Child Development
- Discipline: Developmental psychology
- Language: English
- Edited by: Glenn Roisman

Publication details
- History: 1930–present
- Publisher: Wiley-Blackwell on behalf of the Society for Research in Child Development.
- Frequency: Bimonthly
- Impact factor: 5.024 (2018)

Standard abbreviations
- ISO 4: Child Dev.

Indexing
- CODEN: CHDEAW
- ISSN: 0009-3920 (print) 1467-8624 (web)
- LCCN: e34000503
- OCLC no.: 641792335

Links
- Journal homepage; Online access; Online archive;

= Child Development (journal) =

Child Development is a bimonthly peer-reviewed academic journal covering developmental psychology from the fetal period to adolescence.
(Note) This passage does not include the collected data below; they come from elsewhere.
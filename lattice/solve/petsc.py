"""Starting PETSc with the user's options, once."""

from __future__ import annotations

import sys
from collections.abc import Sequence


def start_petsc(options: Sequence[str]) -> None:
    """Initialise PETSc with options as typed after `--`, or add them to a running PETSc.

    Collective. Options of the environment variable PETSC_OPTIONS are read too; these come after them.
    """
    import petsc4py

    petsc4py.init([sys.argv[0], *options])
    from petsc4py import PETSc

    database = PETSc.Options()
    for name, value in _pairs(options):
        database.setValue(name, value)


def _pairs(options: Sequence[str]) -> list[tuple[str, str | None]]:
    """Return (name, value) of options as typed; a negative number is a value."""
    pairs: list[tuple[str, str | None]] = []
    for word in options:
        if word.startswith("-") and not word[1:2].isdigit() and not word.startswith("-."):
            pairs.append((word[1:], None))
        elif pairs:
            pairs[-1] = (pairs[-1][0], word)
    return pairs
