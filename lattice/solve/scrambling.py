"""Fields with the spectrum of a given one, but phases that know nothing of it.

The phases are made from the mode numbers, not from a stream of random numbers, so that a field is the same
on any number of ranks.
"""

from __future__ import annotations

import math
from typing import Any

import numpy as np
from numpy.typing import NDArray

from lattice.spectral.transform import Transform

# Any irrational numbers serve; cubes of mode numbers times such are equidistributed (Weyl 1916).
STEPS = (math.sqrt(2.0), math.sqrt(3.0), math.sqrt(5.0), math.sqrt(7.0))


def scramble(transform: Transform, field: Any, out: Any, number: int = 0) -> None:
    """Set `out` to a field with the moduli of `field`'s Fourier coefficients and other phases.

    Collective.

    Parameters
    ----------
    transform : Transform
    field, out : PETSc.Vec
        Field vectors of the transform's blocks; they may be the same.
    number : int
        Other numbers give other phases.
    """
    spectrum = transform.forward(field)
    spectrum *= np.exp(2j * np.pi * _turns(transform, spectrum.shape[-1], number))
    transform.backward(spectrum, out)


def _turns(transform: Transform, components: int, number: int) -> NDArray[np.float64]:
    """Return the phase of every mode and component in turns, odd in the mode numbers as a real field's."""
    modes = [m.astype(float) for m in transform.modes()]
    mixed = sum((k + 2 + number % 7) * m for k, m in enumerate(modes))
    turns = STEPS[0] * np.asarray(mixed) ** 3
    for step, m in zip(STEPS[1:], modes, strict=False):
        turns = turns + (step + 0.1 * number) * m**3
    of_component = np.arange(1, components + 1) * STEPS[0] * np.sign(np.asarray(mixed))[..., None]
    return np.asarray((turns[..., None] + of_component) % 1.0)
It was established in 1930 and the editor-in-chief is Glenn Roisman. It is published by Wiley-Blackwell on behalf of the Society for Research in Child Development. The journal publishes original contributions on topics in child development from the fetal period through adolescence.

== Abstracting and indexing ==
The journal is abstracted and indexed in:

- PubMed
- PsycINFO
- PsycLIT
- Scopus
- Social Sciences Citation Index

According to the Journal Citation Reports, the journal has a 2018 impact factor of 5.024.